■ **The problem**:
Every line with the word "fracflow" in it should be extracted from the data that follows.

Dataset entries
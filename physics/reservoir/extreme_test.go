package reservoir

import (
	"math"
	"math/rand/v2"
	"testing"

	"brinefront/physics/fracflow"
	"brinefront/physics/relperm"
)

// Extreme mobility ratios and exponents next to 1, where a fan runs through all its speeds
// within the last digits of saturation: every answer stays a number, time rises with PVI
// and comes back from it.
func TestExtremeFloods(t *testing.T) {
	r := rand.New(rand.NewPCG(6, 6))
	for i := range 400 {
		wide := func(lo, hi float64) float64 { return lo * math.Pow(hi/lo, r.Float64()) }
		flow := fracflow.Flow{
			Curves: relperm.Corey{Swc: 0.2, Sor: 0.25, Krw0: wide(1e-6, 1), Kro0: wide(0.1, 1), Nw: 1 + wide(0.01, 6), No: 1 + wide(0.01, 6)},
			MuW:    1e-3, MuO: 1e-3 * wide(1e-6, 1e6),
		}
		l := build(t, rock(ConstantPressure{1e6}), flow, 0.75, 0.2)
		before := 0.0
		for _, q := range []float64{1e-9, 0.01, 0.3, 0.55, 1, 3, 20} {
			s := l.AtPVI(q)
			for _, x := range []float64{s.Time, s.InjectionRate, s.OilRate, s.WaterRate, s.WaterCut, s.CumOil, s.CumWater, s.Recovery, s.PressureDrop} {
				if math.IsNaN(x) || math.IsInf(x, 0) {
					t.Fatalf("draw %d, Q %g: %+v\n%+v", i, q, s, flow)
				}
			}
			if !(s.Time > before) || s.Recovery > 0.55+1e-12 {
				t.Fatalf("draw %d, Q %g: time %g after %g, recovery %g", i, q, s.Time, before, s.Recovery)
			}
			before = s.Time
			if back := l.PVIAt(s.Time); math.Abs(back/q-1) > 1e-9 {
				t.Fatalf("draw %d: Q %g comes back as %g\n%+v", i, q, back, flow)
			}
		}
	}
}
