package reservoir

import (
	"math"
	"sort"
)

// Step is what the wells do from a time on. With neither rate nor pressure they are shut in.
type Step struct {
	From     float64 // calendar time, s; the first step starts at 0
	Rate     float64 // injected while on, reservoir m3/s; 0: the pressure decides
	Pressure float64 // difference between the wells, Pa: held, or with a rate not exceeded; 0: the rate decides
}

// Run is a body in calendar time. Injection is on for the fraction Uptime of it, evenly
// spread. Where a rate is held the clock is the root of one equation, where a pressure is
// held it goes with time; between them a run changes where the rate would take more
// pressure than is allowed, so that no step in time is taken.
type Run struct {
	Body       Body
	PoreVolume float64
	Uptime     float64
	pieces     []piece
}

// piece is a time during which one thing is held.
type piece struct {
	time, clock, injected float64 // at its start; injected in m3
	rate, pressure        float64 // one of them, or none
}

// NewRun lays the steps out up to a time. Steps rise in time; pore volume and uptime are
// above 0. Whether a step's rate meets its pressure limit is looked for at 200 points of
// the step; a crossing and return between two of them is passed over.
func NewRun(body Body, poreVolume, uptime float64, steps []Step, end float64) *Run {
	r := &Run{Body: body, PoreVolume: poreVolume, Uptime: uptime}
	var now piece
	for i, s := range steps {
		until := end
		if i+1 < len(steps) {
			until = math.Min(end, steps[i+1].From)
		}
		for now.time < until {
			now = r.add(now, s, until)
		}
	}
	return r
}

// need is the pressure that a rate takes when the clock stands at x.
func (r *Run) need(rate, x float64) float64 { return rate / (r.Body.At(x).Rate * r.PoreVolume) }

// add appends the piece that starts now, and returns where it ends: at the end of its
// step, or where the pressure limit begins or ceases to bind.
func (r *Run) add(now piece, s Step, until float64) piece {
	now.rate, now.pressure = s.Rate, 0
	both := s.Rate > 0 && s.Pressure > 0
	bound := both && r.need(s.Rate, now.clock*(1+1e-12)) > s.Pressure
	if s.Rate == 0 || bound {
		now.rate, now.pressure = 0, s.Pressure
	}
	r.pieces = append(r.pieces, now)
	next := r.on(len(r.pieces)-1, until)
	if both {
		excess := func(o Outflow) float64 { return s.Rate/(o.Rate*r.PoreVolume) - s.Pressure }
		const points = 200
		before := now.clock * (1 + 1e-12)
		for i := 1; i <= points; i++ {
			at := now.clock + (next.clock-now.clock)*math.Pow(float64(i)/points, 3)
			if (excess(r.Body.At(at)) > 0) != bound {
				next.clock = crossing(r.Body, before, at, excess)
				next.injected = r.Body.At(next.clock).Injected * r.PoreVolume
				next.time = math.Min(until, math.Max(r.TimeAt(next.clock), math.Nextafter(now.time, until)))
				break
			}
			before = at
		}
	}
	return next
}

// on is where piece i has come to at a time.
func (r *Run) on(i int, time float64) piece {
	p := r.pieces[i]
	spent := (time - p.time) * r.Uptime
	at := piece{time: time, clock: p.clock, injected: p.injected}
	switch {
	case p.pressure > 0:
		at.clock += p.pressure * spent
		at.injected = r.Body.At(at.clock).Injected * r.PoreVolume
	case p.rate > 0:
		at.injected += p.rate * spent
		at.clock = Clock(r.Body, at.injected/r.PoreVolume, at.clock)
	}
	return at
}

// Moment is a run at one time. Rates are those while on, times Uptime.
type Moment struct {
	Time, Clock float64
	Pressure    float64 // difference between the wells while on, Pa
	Pace        float64 // d clock/d calendar time: turns slopes of Outflow into calendar rates
	Outflow
}

// At is the run at a calendar time t >= 0.
func (r *Run) At(t float64) Moment {
	i := sort.Search(len(r.pieces), func(i int) bool { return r.pieces[i].time > t }) - 1
	i = max(i, 0)
	clock := r.on(i, t).clock
	return r.moment(i, t, clock, r.Body.At(clock))
}

// moment is the run in piece i.
func (r *Run) moment(i int, t, clock float64, o Outflow) Moment {
	p := r.pieces[i]
	m := Moment{Time: t, Clock: clock, Pressure: p.pressure, Outflow: o}
	if p.rate > 0 {
		m.Pressure = p.rate / (m.Rate * r.PoreVolume)
	}
	m.Pace = m.Pressure * r.Uptime
	return m
}

// Reached is the run as its clock comes to stand at a value, which is quicker than At since
// nothing is sought; false when the run ends before that, shut in.
func (r *Run) Reached(clock float64) (Moment, bool) {
	clock = math.Max(0, clock)
	i := max(0, sort.Search(len(r.pieces), func(i int) bool { return r.pieces[i].clock >= clock })-1)
	o := r.Body.At(clock)
	p := r.pieces[i]
	switch {
	case p.pressure > 0:
		return r.moment(i, p.time+(clock-p.clock)/(p.pressure*r.Uptime), clock, o), true
	case p.rate > 0:
		return r.moment(i, p.time+(o.Injected*r.PoreVolume-p.injected)/(p.rate*r.Uptime), clock, o), true
	}
	return Moment{}, clock == p.clock
}

// TimeAt is the calendar time at which the clock comes to stand at a value; +Inf when the
// run ends before that, shut in.
func (r *Run) TimeAt(clock float64) float64 {
	if !(clock > 0) {
		return 0
	}
	if m, ok := r.Reached(clock); ok {
		return m.Time
	}
	return math.Inf(1)
}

■ **Your response**:
	"brinefront/physics/fracflow"
		flow := fracflow.Flow{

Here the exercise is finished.